What are we missing?

  • The great poem from Some of the Dharma, “Strange Cemetery in Jamaica” is not included; my guess, just like LoA backed squeamishly out of including Visions of Cody in the “Road Novels” collection, they perhaps balked at Jack’s genius line, “PRETTY GIRLS MAKE GRAVES, Fuck you all.” The editor makes the editorial decision not to include anything from SotD, but this specific poem was written independent of the main work and then incorporated  during the course of typing the original Dharma notebooks together.
  • Washington DC Blues (1957)
  • 4 Seasons Poem (1943)
  • A Tone-Poem: New England (1943)
  • Holograph poem, untitled. (Begins: “I had been driven there by her virtue.”)
  • Holograph poem, untitled. (Begins: “It is not in my power to forget.”) (October 5, 1944).
  • Holograph poem “Louie’s song to God.” Written on verso of Columbia Pictures Corporation Eastern Story Department. (1944)
  • Holograph poem “The Moor of Myself – A sonnet.” (December, 1943)
  • Holograph poem “On Hearing Beethoven’s Prometheus overture.”
  • Holograph poem, untitled. (Begins: “The pansophist dreams of the perfect woman.”) (1944)
  • Holograph poem “The Prisoner’s Song (Written in Bronx Jail) 1944.” (1944)
  • Holograph four-line poem titled “A Tragic Sonnet.”
  • Holograph poem, untitled. (Begins: “When summer which has lost my love . . .”) (Undated)
  • Holograph poem, “The Wooing”
  • a batch of poems included with some essays and journal entries and “erotic thoughts” “1944-45″ [43.18 at NYPL - Berg]
  • Holograph poem, “La Belle Sourrire” & “Encore une foi”
  • Holograph poem, “Mark me well, Natasha…”
  • Holograph poem, “Shades of loneliness”
  • Holograph poem, “”Full of Shellac”
  • Typescript poem, “Neal is dead”
  • Two holograph poems. “Morphinea” and “Ideas.” (December 1944)
  • Holograph poem “Flee, my friend, into thy solitude!”
  • Holograph poem “In Re Christians.” (Undated)
  • Holograph poem “After the Storm.” (May 1, 1945)
  • Holograph poem and notes. “I have returned from the Fars.” (1945?)
  • Holograph poem, untitled. (Begins: “By and for itself . . .”) (1945?)
  • Holograph poem. (Begins: “If all the world were love.”) (Undated)
  • Holograph poem. (Begins: “The bottomless continental cracks of fjords as brooks, . ..”) (1947)
  • Typescript poem “The Angels’s Harp.” “Denver.” (1949)
  • Holograph poem. “Mysteries.” (1949)
  • Holograph poem. “Poem #1.” (Begins: “The soul is dead.”) (Undated)
  • Typescript poem “Anecdote.” (1960)
  • Holograph poem, untitled. (Begins: “White story/story in white.”) (1960)
  • Tearsheet poem. “Jack Kerouac.
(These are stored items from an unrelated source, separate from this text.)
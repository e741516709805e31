// The Halfmoon Unit's camera department as a crew on Rigshelf: the demo member leads it, a second
// demo member (the 2nd AC) and the key grip are in it, one more address is invited. One part is
// published to the crew only (through the review desk), and the car-unit kit is shared with the crew.
// Everything here is invented.
import { writeFile } from 'node:fs/promises';
import { join } from 'node:path';
import type { PartSubmission } from '@shared/schemas/part';
import { INVITATION_LIFETIME_DAYS } from '@shared/schemas/crews';
import { inspectUploads } from '../modules/files/inspect';
import { randomStoredName } from '../modules/files/storage';
import { newToken } from '../modules/auth/tokens';
import type { SeedFn } from './seed';
import { Crew, CrewInvitation, CrewMember, Kit, KitCrewShare, User } from '../db/models';
import { transact } from '../db/transaction';
import { DEMO_ACCOUNTS } from './0001-demo-crew';
import { box, toBinaryStl } from './demo-meshes';
import { demoPhoto } from './demo-photos';

export const DEMO_CREW_NAME = 'Halfmoon Unit camera';
/** A second demo member, so two members of one crew can work with each other. */
export const DEMO_SECOND_MEMBER = {
  email: 'demo-second-ac@rigshelf.test',
  displayName: 'Ossian Brightwater',
  role: 'member',
  crewRole: '2nd AC, Halfmoon Unit',
} as const;
export const DEMO_CREW_PART_TITLE = 'Halfmoon slate holder for the dolly';

const crewPart: PartSubmission = {
  title: DEMO_CREW_PART_TITLE,
  summary: 'Keeps the unit’s clapper slate on the dolly’s 15 mm rods between takes, where the 2nd AC reaches it.',
  description: 'Cut to the unit’s own slate, so it stays with the crew. Slide the slate in from the top.',
  category: 'cable-management',
  bodies: [],
  mounts: [{ slug: 'rods-15-60' }],
  keyDimensions: [{ name: 'slot width', valueMm: 12.5, tolMm: 0.3 }],
  safety: { carriesLoad: false, overhead: false, vehicle: false, heat: false },
  testedLoadKg: null,
  licence: 'CC-BY-4.0',
  recipes: [
    {
      purpose: 'set-ready',
      material: 'PETG',
      nozzleMm: 0.4,
      layerMm: 0.2,
      walls: 3,
      topBottomLayers: 4,
      infillPct: 25,
      infillPattern: 'gyroid',
      hotendC: 240,
      bedC: 80,
      speedMmS: 60,
      supports: 'none',
      orientationNote: 'Slot opening up',
    },
  ],
  parentId: null,
  drawnInInches: false,
};

async function account(role: 'member' | 'moderator' | 'admin'): Promise<User> {
  const user = await User.findOne({ where: { email: DEMO_ACCOUNTS.find((a) => a.role === role)!.email } });
  if (!user) throw new Error(`the demo crew seeder needs the demo ${role} (seeder 0001)`);
  return user;
}

export const up: SeedFn = async ({ context: { sequelize, services } }) => {
  if (!services) throw new Error('the demo crew seeder needs the app services');
  const lead = await account('member');
  const keyGrip = await account('moderator');
  const admin = await account('admin');
  if (await Crew.findOne({ where: { name: DEMO_CREW_NAME } })) return;

  // same demo password as the lead's: their hash is reused rather than worked out again
  const [second] = await User.findOrCreate({
    where: { email: DEMO_SECOND_MEMBER.email },
    defaults: { ...DEMO_SECOND_MEMBER, passwordHash: lead.passwordHash, emailVerifiedAt: new Date() },
  });

  const crew = await transact(sequelize, async (transaction) => {
    const made = await Crew.create({ name: DEMO_CREW_NAME, production: 'The Salt Road', currency: 'EUR', taxRatePct: 19, createdBy: lead.id }, { transaction });
    await CrewMember.bulkCreate(
      [
        { crewId: made.id, userId: lead.id, role: 'lead' },
        { crewId: made.id, userId: second.id, role: 'member' },
        { crewId: made.id, userId: keyGrip.id, role: 'member' },
      ],
      { transaction },
    );
    // waiting for an answer; the link was never mailed, so nobody can use it
    await CrewInvitation.create(
      {
        crewId: made.id,
        email: 'demo-loader@rigshelf.test',
        role: 'member',
        tokenHash: newToken().hash,
        invitedBy: lead.id,
        expiresAt: new Date(Date.now() + INVITATION_LIFETIME_DAYS * 86_400_000),
        acceptedAt: null,
        acceptedBy: null,
        withdrawnAt: null,
      },
      { transaction },
    );
    const kit = await Kit.findOne({ where: { ownerId: lead.id }, order: [['id', 'ASC']], transaction });
    if (kit) await KitCrewShare.create({ kitId: kit.id, crewId: made.id, access: 'read' }, { transaction });
    return made;
  });

  const mesh = toBinaryStl(box(60, 18, 40), 'slate holder');
  const modelPath = join(services.dirs.tmp, randomStoredName('.upload'));
  const photoPath = join(services.dirs.tmp, randomStoredName('.upload'));
  await writeFile(modelPath, mesh);
  const photo = await demoPhoto('box', 0x6a4c93);
  await writeFile(photoPath, photo);
  const files = await inspectUploads(
    [
      { field: 'model', path: modelPath, originalName: 'halfmoon-slate-holder.stl', size: mesh.length },
      { field: 'photo', path: photoPath, originalName: 'halfmoon-slate-holder.jpg', size: photo.length },
    ],
    { drawnInInches: false },
  );
  const created = await services.parts.create(lead, { ...crewPart, visibility: { crewId: crew.id } }, files);
  // crew-only parts pass the review desk like any other; the admin approves (the key grip is in the crew, which is allowed too)
  await services.review.decide(admin, created.id, 'approve', { note: 'Demo shelf: crew-only part, checked like any other.' });
  await services.parts.photosSettled();
};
Sept. 16, 1961. Poem.” From ‘The Outsider,’ I, 2 (Summer, 1969).
  • Typescript poem “Jimmy Durante.” (Undated)
  • Holograph “Poem of 1956 N.J. Turnpike ‘Allen and Peter.’” (Undated)
  • Holograph poem “English poem by Jack Kerouac (A Cornish descendant).” (Undated)
  • “Jack Kerouac: Sept. 16, 1961, Poem.”
  • Holograph poems. “Poem 43, Poem 44, Poem 45, Poem 46.” (Undated)
  • Typescript poem “Saturday afternoon window.” [Stapled to blank second leaf.] (1953)
  • Typescript poem, revised. “Junk by William Lee – John Kerouac.” (February 22, 1953)
  • Typescript poem “Sitting under tree number two.” (1955)
  • Typescript poem. (Begins: “Tathata is Essence Isness.”) holograph note “Originally prose.” (July 25, 1955)
  • Typescript poem “Later Mexico City (1956) – (Poems written on morphine) – Washington DC (1956).”
  • Holograph poem “Pure Mahoun Blues.” (1957)
  • Holograph poem “I Strike At That Snake Heart That Hurt my Family.” (1957)
  • Holograph poem, untitled. (Begins: “You, beautiful, don’t pose at me . . .”) (1957)

So much for making good and assembling Kerouac’s vast poetic output in between two covers.

Walt Whitman collection includes all of the various formative incarnations of Leaves of Grass at the current length of Kerouac’s Collected Poems, before also adding Whitman’s prose works pushing the page count well past 1300 pages.